◆ DESCRIPTION OF THE TASK ◆
Retype each record exactly.

Records from a data source
────
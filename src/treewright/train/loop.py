"""The training loop: one run folder, several restarts, every method of the config.

Order of one run (top to bottom below): read the corpora and build the batches; for each restart,
initialise (seeded) and run the epochs of its method; after each epoch evaluate on dev, log and
checkpoint; at the end keep the restart with the best dev likelihood as `grammar.pcfg`.

Run folder::

    config.yaml        the resolved config (every option)
    train.log          what was read, set aside and decided, in words
    metrics.jsonl      one JSON object per logged step (tracking.JsonlLogger)
    tensorboard/       TensorBoard event files
    checkpoint.ckpt    the last checkpoint (safeio container, written atomically)
    restart-<r>.pcfg   the final grammar of each finished restart
    grammar.pcfg       the best restart's grammar (the result)
    result.json        per-restart scores and which restart was kept

Resuming reads `checkpoint.ckpt` and continues at the recorded position. Everything random is a
pure function of (seed, restart, epoch), so the position (restart, epoch, batch) plus the
parameters, the method's statistics and Adam's moments is the whole state; in float64 a resumed
run ends with the same bits as one that was never interrupted.
"""

from __future__ import annotations

import json
import functools
import math
import signal
import sys
import threading
import time
from dataclasses import dataclass, field
from pathlib import Path
from typing import TextIO

import torch

from treewright.engine.memory import inside_outside_bytes
from treewright.config import config_to_dict, dump_config_yaml
from treewright.corpus import ReadOptions, length_batches, read_corpus
from treewright.decode import mbr_spans
from treewright.errors import InputError
from treewright.evaluation import evaluate_brackets, spans_to_tree
from treewright.grammar import load_grammar
from treewright.params import (CompoundParams, LowRankParams, LowRankRules, NeuralParams,
                               TabularParams, symbol_names, tabular_from_grammar)
from treewright.params.tabular import RuleTensors
from treewright.safeio import (atomic_write_bytes, atomic_write_text, check_writable,
                              load_checkpoint, save_checkpoint)
from treewright.tracking import JsonlLogger, MultiLogger, Progress, StdoutLogger, \
    TensorBoardLogger
from treewright.trees import Tree
from treewright.train import updates
from treewright.train.config import TrainConfig, train_config_from_dict
from treewright.train.distributed import LocalWorld, StreamedCorpus, plan_sentences
from treewright.train.estep import (Batch, DivergedError, ExpectedCounts, add_counts,
                                    batch_counts, compound_log_partition,
                                    compound_span_posteriors, edge_bias, log_partition_of,
                                    make_batch, sentence_logliks, span_posteriors,
                                    terminal_scores, zero_counts)
from treewright.train.metrics import rule_entropies, unigram_logprobs
from treewright.train.schedule import learning_rate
────
◆ OUTPUT FOR THIS TASK ◆
filename src/treewright/train/loop.py
"""The training loop: one run folder, several restarts, every method of the config.

Order of one run (top to bottom below): read the corpora and build the batches; for each restart,
initialise (seeded) and run the epochs of its method; after each epoch evaluate on dev, log and
checkpoint; at the end keep the restart with the best dev likelihood as `grammar.pcfg`.

Run folder::

    config.yaml        the resolved config (every option)
    train.log          what was read, set aside and decided, in words
    metrics.jsonl      one JSON object per logged step (tracking.JsonlLogger)
    tensorboard/       TensorBoard event files
    checkpoint.ckpt    the last checkpoint (safeio container, written atomically)
    restart-<r>.pcfg   the final grammar of each finished restart
    grammar.pcfg       the best restart's grammar (the result)
    result.json        per-restart scores and which restart was kept

Resuming reads `checkpoint.ckpt` and continues at the recorded position. Everything random is a
pure function of (seed, restart, epoch), so the position (restart, epoch, batch) plus the
parameters, the method's statistics and Adam's moments is the whole state; in float64 a resumed
run ends with the same bits as one that was never interrupted.
"""

from __future__ import annotations

import json
import functools
import math
import signal
import sys
import threading
import time
from dataclasses import dataclass, field
from pathlib import Path
from typing import TextIO

import torch

from treewright.engine.memory import inside_outside_bytes
from treewright.config import config_to_dict, dump_config_yaml
from treewright.corpus import ReadOptions, length_batches, read_corpus
from treewright.decode import mbr_spans
from treewright.errors import InputError
from treewright.evaluation import evaluate_brackets, spans_to_tree
from treewright.grammar import load_grammar
from treewright.params import (CompoundParams, LowRankParams, LowRankRules, NeuralParams,
                               TabularParams, symbol_names, tabular_from_grammar)
from treewright.params.tabular import RuleTensors
from treewright.safeio import (atomic_write_bytes, atomic_write_text, check_writable,
                              load_checkpoint, save_checkpoint)
from treewright.tracking import JsonlLogger, MultiLogger, Progress, StdoutLogger, \
    TensorBoardLogger
from treewright.trees import Tree
from treewright.train import updates
from treewright.train.config import TrainConfig, train_config_from_dict
from treewright.train.distributed import LocalWorld, StreamedCorpus, plan_sentences
from treewright.train.estep import (Batch, DivergedError, ExpectedCounts, add_counts,
                                    batch_counts, compound_log_partition,
                                    compound_span_posteriors, edge_bias, log_partition_of,
                                    make_batch, sentence_logliks, span_posteriors,
                                    terminal_scores, zero_counts)
from treewright.train.metrics import rule_entropies, unigram_logprobs
from treewright.train.schedule import learning_rate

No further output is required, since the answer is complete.